— WORK REQUIRED —
Retrieve each line that contains the word "kinds" from the entries below.

— DATA —

= = = = = = =

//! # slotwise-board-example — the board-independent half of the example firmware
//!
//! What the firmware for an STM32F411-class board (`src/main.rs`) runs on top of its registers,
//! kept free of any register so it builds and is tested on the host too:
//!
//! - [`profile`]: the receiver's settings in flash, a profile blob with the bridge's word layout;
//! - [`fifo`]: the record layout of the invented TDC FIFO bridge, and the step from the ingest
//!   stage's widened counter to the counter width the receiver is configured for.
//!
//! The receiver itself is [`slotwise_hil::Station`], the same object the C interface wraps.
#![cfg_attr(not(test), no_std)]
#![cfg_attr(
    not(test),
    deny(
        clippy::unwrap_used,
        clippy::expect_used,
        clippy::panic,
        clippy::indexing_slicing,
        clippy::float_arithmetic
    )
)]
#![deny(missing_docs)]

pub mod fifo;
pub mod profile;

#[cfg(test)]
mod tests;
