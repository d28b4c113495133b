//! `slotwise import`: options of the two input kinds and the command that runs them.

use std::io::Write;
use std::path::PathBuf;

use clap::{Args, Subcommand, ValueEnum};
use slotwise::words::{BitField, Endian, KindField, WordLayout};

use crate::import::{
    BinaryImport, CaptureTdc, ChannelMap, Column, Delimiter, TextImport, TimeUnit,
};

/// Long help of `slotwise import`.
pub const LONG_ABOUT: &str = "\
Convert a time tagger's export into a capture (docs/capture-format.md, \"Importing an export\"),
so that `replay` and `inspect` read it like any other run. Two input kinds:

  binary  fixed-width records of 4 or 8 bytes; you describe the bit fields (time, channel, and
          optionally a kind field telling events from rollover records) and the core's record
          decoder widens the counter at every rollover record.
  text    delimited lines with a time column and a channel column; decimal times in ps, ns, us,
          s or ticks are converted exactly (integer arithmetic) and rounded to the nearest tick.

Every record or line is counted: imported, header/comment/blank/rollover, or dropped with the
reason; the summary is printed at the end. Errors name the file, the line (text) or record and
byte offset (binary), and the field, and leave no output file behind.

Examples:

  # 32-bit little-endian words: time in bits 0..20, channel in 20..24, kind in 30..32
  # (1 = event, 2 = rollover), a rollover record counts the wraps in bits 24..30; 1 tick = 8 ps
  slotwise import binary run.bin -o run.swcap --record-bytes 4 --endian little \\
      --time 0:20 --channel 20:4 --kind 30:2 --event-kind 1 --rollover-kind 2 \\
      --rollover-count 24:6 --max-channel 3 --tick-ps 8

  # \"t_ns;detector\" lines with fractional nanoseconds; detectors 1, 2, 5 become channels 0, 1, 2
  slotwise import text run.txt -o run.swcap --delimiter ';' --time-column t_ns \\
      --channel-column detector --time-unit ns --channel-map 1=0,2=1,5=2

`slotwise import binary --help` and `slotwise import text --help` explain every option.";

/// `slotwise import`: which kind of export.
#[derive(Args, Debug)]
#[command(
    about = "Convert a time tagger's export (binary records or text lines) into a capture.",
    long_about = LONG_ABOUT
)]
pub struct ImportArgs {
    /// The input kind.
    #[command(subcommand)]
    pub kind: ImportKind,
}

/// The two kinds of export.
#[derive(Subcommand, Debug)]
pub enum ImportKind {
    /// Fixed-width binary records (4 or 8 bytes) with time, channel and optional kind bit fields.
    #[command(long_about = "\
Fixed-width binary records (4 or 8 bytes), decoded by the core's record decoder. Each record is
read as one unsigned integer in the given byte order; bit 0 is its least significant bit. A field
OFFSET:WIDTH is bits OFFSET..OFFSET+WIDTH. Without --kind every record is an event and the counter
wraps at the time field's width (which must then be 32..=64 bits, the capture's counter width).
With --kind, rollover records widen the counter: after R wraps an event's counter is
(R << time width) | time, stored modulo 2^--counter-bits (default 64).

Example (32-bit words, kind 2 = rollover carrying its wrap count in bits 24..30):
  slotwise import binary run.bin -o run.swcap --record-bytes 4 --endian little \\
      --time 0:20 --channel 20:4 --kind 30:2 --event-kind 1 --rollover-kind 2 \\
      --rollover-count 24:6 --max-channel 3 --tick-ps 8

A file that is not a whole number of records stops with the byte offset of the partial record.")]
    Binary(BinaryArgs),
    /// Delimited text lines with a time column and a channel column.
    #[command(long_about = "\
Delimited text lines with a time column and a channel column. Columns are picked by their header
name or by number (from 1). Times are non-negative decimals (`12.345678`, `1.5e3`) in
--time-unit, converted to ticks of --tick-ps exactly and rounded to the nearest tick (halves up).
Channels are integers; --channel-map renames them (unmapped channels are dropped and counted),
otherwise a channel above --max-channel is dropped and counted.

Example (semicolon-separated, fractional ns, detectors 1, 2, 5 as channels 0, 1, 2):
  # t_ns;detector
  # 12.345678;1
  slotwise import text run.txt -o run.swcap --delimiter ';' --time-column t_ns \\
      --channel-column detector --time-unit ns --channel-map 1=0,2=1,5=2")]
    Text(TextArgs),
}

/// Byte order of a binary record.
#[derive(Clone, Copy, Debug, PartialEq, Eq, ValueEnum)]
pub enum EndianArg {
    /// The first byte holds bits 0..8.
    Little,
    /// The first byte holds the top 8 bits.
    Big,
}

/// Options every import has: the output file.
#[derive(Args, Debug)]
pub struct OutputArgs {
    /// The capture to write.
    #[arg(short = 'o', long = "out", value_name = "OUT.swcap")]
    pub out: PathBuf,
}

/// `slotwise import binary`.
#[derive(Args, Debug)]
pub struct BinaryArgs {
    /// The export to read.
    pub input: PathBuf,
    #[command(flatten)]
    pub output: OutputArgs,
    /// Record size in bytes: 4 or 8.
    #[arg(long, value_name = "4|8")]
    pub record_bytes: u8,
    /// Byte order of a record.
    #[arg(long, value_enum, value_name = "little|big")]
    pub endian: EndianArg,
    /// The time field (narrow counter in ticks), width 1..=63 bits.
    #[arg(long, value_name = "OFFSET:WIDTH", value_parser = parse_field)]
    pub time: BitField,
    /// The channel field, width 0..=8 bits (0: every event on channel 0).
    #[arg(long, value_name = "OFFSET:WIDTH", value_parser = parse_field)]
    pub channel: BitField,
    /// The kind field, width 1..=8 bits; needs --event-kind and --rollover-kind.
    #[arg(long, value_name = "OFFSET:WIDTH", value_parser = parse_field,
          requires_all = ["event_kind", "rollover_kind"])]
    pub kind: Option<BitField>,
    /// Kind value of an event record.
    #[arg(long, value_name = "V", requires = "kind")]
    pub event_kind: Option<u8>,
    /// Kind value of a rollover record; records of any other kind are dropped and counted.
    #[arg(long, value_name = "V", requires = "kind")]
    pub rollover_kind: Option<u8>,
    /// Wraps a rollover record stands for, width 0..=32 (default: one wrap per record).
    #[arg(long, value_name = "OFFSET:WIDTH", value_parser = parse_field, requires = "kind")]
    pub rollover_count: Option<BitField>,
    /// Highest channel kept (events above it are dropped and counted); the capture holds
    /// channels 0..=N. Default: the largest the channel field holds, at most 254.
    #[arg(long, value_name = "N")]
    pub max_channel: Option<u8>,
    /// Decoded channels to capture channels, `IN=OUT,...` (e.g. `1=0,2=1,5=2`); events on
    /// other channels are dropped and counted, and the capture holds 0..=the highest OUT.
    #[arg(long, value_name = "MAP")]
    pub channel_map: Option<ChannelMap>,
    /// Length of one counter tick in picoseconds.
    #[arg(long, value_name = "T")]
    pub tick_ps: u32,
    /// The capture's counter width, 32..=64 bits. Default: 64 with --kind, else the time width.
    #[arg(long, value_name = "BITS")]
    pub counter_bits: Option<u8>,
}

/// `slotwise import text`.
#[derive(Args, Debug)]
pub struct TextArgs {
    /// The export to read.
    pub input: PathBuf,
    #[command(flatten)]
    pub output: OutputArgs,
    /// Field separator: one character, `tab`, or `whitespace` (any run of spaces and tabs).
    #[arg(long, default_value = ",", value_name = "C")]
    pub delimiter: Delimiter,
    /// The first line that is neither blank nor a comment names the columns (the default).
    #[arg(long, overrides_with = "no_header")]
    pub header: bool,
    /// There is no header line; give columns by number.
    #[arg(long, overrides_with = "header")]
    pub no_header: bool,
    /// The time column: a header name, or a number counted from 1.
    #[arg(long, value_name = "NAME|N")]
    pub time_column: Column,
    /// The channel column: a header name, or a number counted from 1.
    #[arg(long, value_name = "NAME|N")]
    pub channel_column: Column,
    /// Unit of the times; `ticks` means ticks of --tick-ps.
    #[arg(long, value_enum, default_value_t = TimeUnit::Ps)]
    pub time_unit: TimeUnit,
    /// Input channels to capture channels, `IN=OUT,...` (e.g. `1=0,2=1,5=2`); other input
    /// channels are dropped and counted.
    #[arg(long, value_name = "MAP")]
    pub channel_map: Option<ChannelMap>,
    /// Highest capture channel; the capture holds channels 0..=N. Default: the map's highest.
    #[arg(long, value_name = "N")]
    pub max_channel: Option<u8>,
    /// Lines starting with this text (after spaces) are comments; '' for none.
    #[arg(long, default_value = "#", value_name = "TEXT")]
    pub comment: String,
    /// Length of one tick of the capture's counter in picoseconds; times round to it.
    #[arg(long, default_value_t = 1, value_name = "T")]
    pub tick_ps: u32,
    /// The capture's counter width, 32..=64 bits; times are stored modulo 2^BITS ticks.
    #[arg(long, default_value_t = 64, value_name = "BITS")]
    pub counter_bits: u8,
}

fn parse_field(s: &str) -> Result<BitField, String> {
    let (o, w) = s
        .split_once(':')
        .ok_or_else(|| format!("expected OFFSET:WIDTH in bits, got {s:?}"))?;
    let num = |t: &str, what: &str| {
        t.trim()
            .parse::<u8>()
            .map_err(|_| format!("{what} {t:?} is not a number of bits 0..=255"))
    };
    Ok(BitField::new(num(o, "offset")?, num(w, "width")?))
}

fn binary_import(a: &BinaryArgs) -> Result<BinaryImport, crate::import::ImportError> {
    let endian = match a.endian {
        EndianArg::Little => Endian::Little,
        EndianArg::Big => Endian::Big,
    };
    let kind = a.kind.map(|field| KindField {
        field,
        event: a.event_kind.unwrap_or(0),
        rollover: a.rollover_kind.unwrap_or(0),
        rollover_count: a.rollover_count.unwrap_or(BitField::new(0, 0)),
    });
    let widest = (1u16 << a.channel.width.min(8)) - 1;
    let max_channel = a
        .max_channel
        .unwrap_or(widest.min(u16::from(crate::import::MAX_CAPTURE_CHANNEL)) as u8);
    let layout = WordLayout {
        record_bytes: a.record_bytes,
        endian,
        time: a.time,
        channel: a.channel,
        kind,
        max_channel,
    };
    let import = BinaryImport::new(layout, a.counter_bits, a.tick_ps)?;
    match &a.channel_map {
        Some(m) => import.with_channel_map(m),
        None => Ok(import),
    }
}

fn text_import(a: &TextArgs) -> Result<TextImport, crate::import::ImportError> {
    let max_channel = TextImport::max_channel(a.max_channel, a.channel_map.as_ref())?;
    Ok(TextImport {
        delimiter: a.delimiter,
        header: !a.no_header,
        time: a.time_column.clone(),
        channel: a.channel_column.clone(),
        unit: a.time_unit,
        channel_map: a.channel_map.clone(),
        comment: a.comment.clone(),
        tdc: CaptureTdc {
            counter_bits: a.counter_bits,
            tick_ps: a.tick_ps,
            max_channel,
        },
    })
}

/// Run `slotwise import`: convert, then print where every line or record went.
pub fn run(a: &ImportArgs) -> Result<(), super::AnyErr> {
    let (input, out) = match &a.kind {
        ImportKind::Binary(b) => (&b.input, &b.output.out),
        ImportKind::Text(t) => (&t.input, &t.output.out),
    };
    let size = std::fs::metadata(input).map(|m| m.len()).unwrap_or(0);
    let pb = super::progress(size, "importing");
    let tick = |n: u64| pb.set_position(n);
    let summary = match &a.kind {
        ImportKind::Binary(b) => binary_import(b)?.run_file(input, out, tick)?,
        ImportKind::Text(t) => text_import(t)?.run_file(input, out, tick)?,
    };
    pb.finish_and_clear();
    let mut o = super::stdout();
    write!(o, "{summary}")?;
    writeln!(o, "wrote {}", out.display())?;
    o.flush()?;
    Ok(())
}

= = = = = = =

— RESPONSE AREA —
//! `slotwise import`: options of the two input kinds and the command that runs them.
so that `replay` and `inspect` read it like any other run. Two input kinds:
/// The two kinds of export.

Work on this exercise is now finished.